Here are the records. Write out exactly the lines between the one holding "and #4 g5(unused, a2, b2);" and the one holding "tpd not 1.1;", inclusive.

(Beginning of Dataset entries)

"""Published sequential examples: when the data settles and stirs at the D pins.

The publications go on to clock periods and hold margins. Those sums are made here by hand, from the times at
the D pins; the clock's own arrival is not looked at.
"""

from collections.abc import Callable
from typing import Any

import pytest

Fixture = Callable[..., Any]

TO_THREE_GATES_AND_ONE = """
module m(input ck, a, b, c, d, output x, y);
  FF ra(.D(a), .CK(ck), .Q(qa)); FF rb(.D(b), .CK(ck), .Q(qb));
  FF rc(.D(c), .CK(ck), .Q(qc)); FF rd(.D(d), .CK(ck), .Q(qd));
  and g1(n1, qa, qb);
  or  g2(n2, n1, qc);
  not g3(x_next, n2);
  nor g4(y_next, n2, qd);
  FF rx(.D(x_next), .CK(ck), .Q(x)); FF ry(.D(y_next), .CK(ck), .Q(y));
endmodule"""
"""Longest way three gates, shortest one; the kinds of the gates are ours, the figure was not to be had."""


def test_three_gates_and_one_between_flip_flops(figures: Fixture, flip_flop: Fixture) -> None:
    """Harris and Harris, slides to Digital Design and Computer Architecture, ch. 3, "Timing analysis"."""
    parts = flip_flop("30:-:50", "ps") + "default ps { tpd 25:-:35; }"
    found = figures(TO_THREE_GATES_AND_ONE, parts, "ps")
    assert found.both("x_next") == (30 + 2 * 25, 50 + 3 * 35)
    assert found.both("y_next") == (30 + 25, 50 + 3 * 35)
    assert found.settles("y_next") + 60 == 215  # with tsu: the published period
    assert found.stirs("y_next") - 70 == -15  # with th: the published violation


def test_the_same_with_a_buffer_in_the_short_way(figures: Fixture, flip_flop: Fixture) -> None:
    """The same slides: one buffer more mends the hold and leaves the period."""
    parts = flip_flop("30:-:50", "ps") + "default ps { tpd 25:-:35; }"
    verilog = TO_THREE_GATES_AND_ONE.replace("n2, qd)", "n2, qd2); buf g5(qd2, qd)")
    found = figures(verilog, parts, "ps")
    assert found.stirs("y_next") - 70 == 10
    assert found.settles("y_next") + 60 == 215


def test_ddca_example_3_10(figures: Fixture, flip_flop: Fixture) -> None:
    """Harris and Harris, Digital Design and Computer Architecture, example 3.10 (its number from memory)."""
    parts = flip_flop("30:-:80", "ps") + "default ps { tpd 25:-:40; }"
    found = figures(TO_THREE_GATES_AND_ONE, parts, "ps")
    assert found.settles("y_next") + 50 == 250
    assert found.stirs("y_next") - 60 == -5


def test_ddca_example_3_11(figures: Fixture, flip_flop: Fixture) -> None:
    """The same, example 3.11 (from memory): a buffer in the short way, 80 ps against a hold time of 60 ps."""
    parts = flip_flop("30:-:80", "ps") + "default ps { tpd 25:-:40; }"
    found = figures(TO_THREE_GATES_AND_ONE.replace("n2, qd)", "n2, qd2); buf g5(qd2, qd)"), parts, "ps")
    assert (found.stirs("y_next"), found.settles("y_next") + 50) == (80, 250)


def test_a_wire_in_the_longest_way(figures: Fixture, flip_flop: Fixture) -> None:
    """A course's variant of example 3.10: 30 ps of wire in the longest way, period 280 ps."""
    parts = flip_flop("30:-:80", "ps") + "default ps { tpd 25:-:40; }"
    verilog = "`timescale 1ps/1ps" + TO_THREE_GATES_AND_ONE.replace(
        "n2, n1, qc)", "n2, n1w, qc); buf #30 w(n1w, n1)"
    )
    assert figures(verilog, parts, "ps").settles("y_next") + 50 == 280


def test_minimum_and_maximum_on_data_and_clock_ways(figures: Fixture, flip_flop: Fixture) -> None:
    """VLSI concepts (web log), practical set-up and hold examples, part 3c, problem 1. Recomputed."""
    verilog = """
      module m(input clk, d, output q);
        buf #(1:1.5:2) w1(c1, clk);
        FF f1(.D(d), .CK(c1), .Q(q1));
        buf #(1:1.5:2) w2(n1, q1);
        not #(6:7:9)   g1(n2, n1);
        buf #(1:1.5:2) w3(d2, n2);
        buf #(2:2.5:3) w4(c2, clk);
        buf #(5:7:9)   b1(c3, c2);
        buf #(2:2.5:3) w5(c4, c3);
        FF f2(.D(d2), .CK(c4), .Q(q));
      endmodule"""
    found = figures(verilog, flip_flop("9:-:11"))
    launch, data, capture = found.both("c1"), found.both("d2"), found.both("c4")
    assert (launch, capture) == ((1, 2), (9, 15))
    assert data == (17, 24)  # counted from the clock pin of f1
    assert launch[0] + data[0] == 18
    assert launch[0] + data[0] - (capture[1] + 2) == 1  # hold margin
    assert (15 + capture[0] - 4) - (launch[1] + data[1]) == -6  # setup margin at a period of 15 ns


def test_flip_flop_logic_flip_flop(figures: Fixture, flip_flop: Fixture) -> None:
    """Exploreroots, "Q2 maximum frequency": 27 ns. ERRATUM there: 3.7 MHz, where 1/27 ns is 37 MHz."""
    verilog = """
      module m(input ck, d, output q);
        FF f1(.D(d), .CK(ck), .Q(q1)); buf #13 g(d2, q1); FF f2(.D(d2), .CK(ck), .Q(q));
      endmodule"""
    assert figures(verilog, flip_flop("9")).settles("d2") + 5 == 27


def test_two_ways_in_parallel(figures: Fixture, flip_flop: Fixture) -> None:
    """Exploreroots, "maximum-frequency-6": 18 ns, the capturing clock 2 ns late. ERRATUM there: 5.55 MHz."""
    verilog = """
      module m(input ck, d, output q);
        FF f1(.D(d), .CK(ck), .Q(q1)); FF f3(.D(d), .CK(ck), .Q(q3));
        or #4 g1(a1, q1, q3); not #2 g2(a2, a1);
        not #2 g3(b1, q1); not #2 g4(b2, b1);
        and #4 g5(unused, a2, b2);
        buf #2 g6(late, ck);
        FF f2(.D(a2), .CK(late), .Q(q)); FF f4(.D(b2), .CK(late), .Q(q4));
      endmodule"""
    found = figures(verilog, flip_flop("9"))
    assert found.settles("a2") == 9 + 6
    assert found.settles("b2") == 9 + 4
    assert found.settles("a2") + 5 - found.stirs("late") == 18


GATE_RULE = "gates ns { tpd not 1.1; tpd and(2), xor(2) 1.2; }"
"""1 + 0.1 k ns for a gate of k inputs."""

COUNTER = """
  module m(input ck, en, output q0, q1, q2, q3);
    FF f0(.D(d0), .CK(ck), .Q(q0)); FF f1(.D(d1), .CK(ck), .Q(q1));
    FF f2(.D(d2), .CK(ck), .Q(q2)); FF f3(.D(d3), .CK(ck), .Q(q3));
    xor x0(d0, q0, en); and g1(a1, en, q0);
    xor x1(d1, q1, a1); and g2(a2, a1, q1);
    xor x2(d2, q2, a2); and g3(a3, a2, q2);
    xor x3(d3, q3, a3);
  endmodule"""


def test_toggle_flip_flop(figures: Fixture, flip_flop: Fixture) -> None:
    """Brown and Vranesic, Fundamentals of Digital Logic with Verilog, sec. 5.15, numbers from memory."""
    verilog = "module m(input ck, output q); FF f(.D(d), .CK(ck), .Q(q)); not g(d, q); endmodule"
    found = figures(verilog, flip_flop("0.8:-:1.0") + GATE_RULE)
    assert found.both("d") == (1.9, 2.1)
    assert found.settles("d") + 0.6 == pytest.approx(2.7, abs=1e-9)


def test_four_bit_counter(figures: Fixture, flip_flop: Fixture) -> None:
    """The same section, numbers from memory: Q0 to Q3 6.4 ns, Q0 to Q2 5.2 ns, the shortest way 2.0 ns."""
    clocks = ("f0.CK", "f1.CK", "f2.CK", "f3.CK")
    found = figures(COUNTER, flip_flop("0.8:-:1.0") + GATE_RULE, sources=clocks)
    assert found.settles("d3") + 0.6 == pytest.approx(6.4, abs=1e-9)
    assert found.settles("d2") + 0.6 == pytest.approx(5.2, abs=1e-9)
    assert min(found.stirs(net) for net in ("d0", "d1", "d2", "d3")) == 2.0


def test_processor_ways(figures: Fixture, flip_flop: Fixture, block: Fixture) -> None:
    """Harris and Harris, Digital Design and Computer Architecture, 2nd ed., tables 7.6 and 7.7, from memory.

    A load in one cycle, the longest step of several cycles, and the half cycle of the decode stage.
    """
    parts = flip_flop("30", "ps") + "".join(
        block(name, inputs, "Y", delay, "ps")
        for name, inputs, delay in (
            ("MUX", "A, B", 25), ("ALU", "A, B", 200), ("MEMORY", "A", 250), ("REGISTERS", "A", 150),
            ("EQUAL", "A, B", 40), ("AND", "A, B", 15),
        )
    )  # fmt: skip
    single = """
      module m(input ck, next, output pc);
        FF counter(.D(next), .CK(ck), .Q(pc));
        MEMORY fetch(.A(pc), .Y(word)); REGISTERS file(.A(word), .Y(a));
        ALU alu(.A(a), .B(word), .Y(address)); MEMORY data(.A(address), .Y(read));
        MUX back(.A(address), .B(read), .Y(written));
      endmodule"""
    assert figures(single, parts, "ps").settles("written") + 20 == 925
    several = """
      module m(input ck, x, output q);
        FF r(.D(x), .CK(ck), .Q(q)); MUX before(.A(q), .B(x), .Y(a));
        ALU alu(.A(a), .B(q), .Y(b)); MUX after(.A(b), .B(a), .Y(sum)); MEMORY data(.A(a), .Y(read));
      endmodule"""
    found = figures(several, parts, "ps", ("r.CK",))
    assert max(found.settles("sum"), found.settles("read")) + 20 == 325
    decode = """
      module m(input word, other);
        REGISTERS file(.A(word), .Y(a)); MUX forward(.A(a), .B(other), .Y(b));
        EQUAL equal(.A(b), .B(other), .Y(same)); AND branch(.A(same), .B(other), .Y(taken));
        MUX next(.A(taken), .B(other), .Y(pc));
      endmodule"""
    assert 2 * (figures(decode, parts, "ps").settles("pc") + 20) == 550


def test_instructions_of_one_cycle(figures: Fixture) -> None:
    """Patterson and Hennessy, Computer Organization and Design, introduction of pipelining, from memory."""
    verilog = """`timescale 1ps/1ps
      module m(input pc, output load, store, r_type, branch);
        buf #200 fetch(word, pc);
        buf #100 file(a, word);
        buf #200 alu(branch, a);
        buf #200 write(store, branch);
        buf #200 read(data, branch);
        buf #100 back(load, data);
        buf #100 result(r_type, branch);
      endmodule"""
    found = figures(verilog, unit="ps")
    assert [found.settles(net) for net in ("load", "store", "r_type", "branch")] == [800, 700, 600, 500]


@pytest.mark.parametrize(("gates", "period"), [(3, 430), (2, 330)])
def test_nands_in_a_row(figures: Fixture, gates: int, period: int) -> None:
    """Chipworld (web log, 2023), static timing examples, ex. 3: tPD 100, tCD 51 ps; tpcq + tsu are 130 ps."""
    chain = "".join(f"nand g{n}(n{n + 1}, n{n}, n0);" for n in range(gates))
    found = figures(f"module m(input n0); {chain} endmodule", "gates ps { tpd nand 51:-:100; }", "ps")
    assert found.settles(f"n{gates}") + 130 == period
    assert found.stirs(f"n{gates}") == 51  # n0 also reaches the last gate alone


def test_toggle_flip_flop_of_the_standard(figures: Fixture) -> None:
    """IEEE 1364-2005, 15.5: rise 4:6:9, fall 5:8:11; tsu 10, th 1. The toggle around it is ours."""
    part = """part FF { inputs D, CK; outputs Q; register posedge CK { Q = D; }
      times ns { tPLH CK => Q 4:6:9; tPHL CK => Q 5:8:11; } }"""
    verilog = "module m(input ck, output q); FF f(.D(d), .CK(ck), .Q(q)); not #0 g(d, q); endmodule"
    found = figures(verilog, part)
    assert found.rise_and_fall("q") == (9, 11)
    assert found.earliest_rise_and_fall("q") == (4, 5)
    assert found.rise_and_fall("d") == (11, 9)
    assert found.settles("d") + 10 == 21  # below the least period of 25 that the standard's example checks
    assert found.stirs("d") - 1 == 3


def test_correlator_as_drawn(figures: Fixture, flip_flop: Fixture) -> None:
    """Leiserson and Saxe, "Retiming synchronous circuitry", Algorithmica 6, 1991, from memory: 24 units.

    Comparators 3, adders 7 units, registers without delay of their own.
    """
    verilog = """
      module m(input ck, x, c1, c2, c3, c4, output y);
        FF r1(.D(x), .CK(ck), .Q(x1)); FF r2(.D(x1), .CK(ck), .Q(x2));
        FF r3(.D(x2), .CK(ck), .Q(x3)); FF r4(.D(x3), .CK(ck), .Q(x4));
        COMPARE k1(.A(x1), .B(c1), .Y(e1)); COMPARE k2(.A(x2), .B(c2), .Y(e2));
        COMPARE k3(.A(x3), .B(c3), .Y(e3)); COMPARE k4(.A(x4), .B(c4), .Y(e4));
        ADD a5(.A(e3), .B(e4), .Y(s5)); ADD a6(.A(e2), .B(s5), .Y(s6)); ADD a7(.A(e1), .B(s6), .Y(y));
      endmodule"""
    parts = flip_flop("0") + "".join(
        f"part {name} {{ inputs A, B; output Y; times ns {{ tpd A, B *> Y {delay}; }} }}"
        for name, delay in (("COMPARE", 3), ("ADD", 7))
    )
    assert figures(verilog, parts).settles("y") == 24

(End of Dataset entries)

## Response to this task
        and #4 g5(unused, a2, b2);
        buf #2 g6(late, ck);
        FF f2(.D(a2), .CK(late), .Q(q)); FF f4(.D(b2), .CK(late), .Q(q4));
      endmodule"""
    found = figures(verilog, flip_flop("9"))
    assert found.settles("a2") == 9 + 6
    assert found.settles("b2") == 9 + 4
    assert found.settles("a2") + 5 - found.stirs("late") == 18


GATE_RULE = "gates ns { tpd not 1.1; tpd and(2), xor(2) 1.2; }"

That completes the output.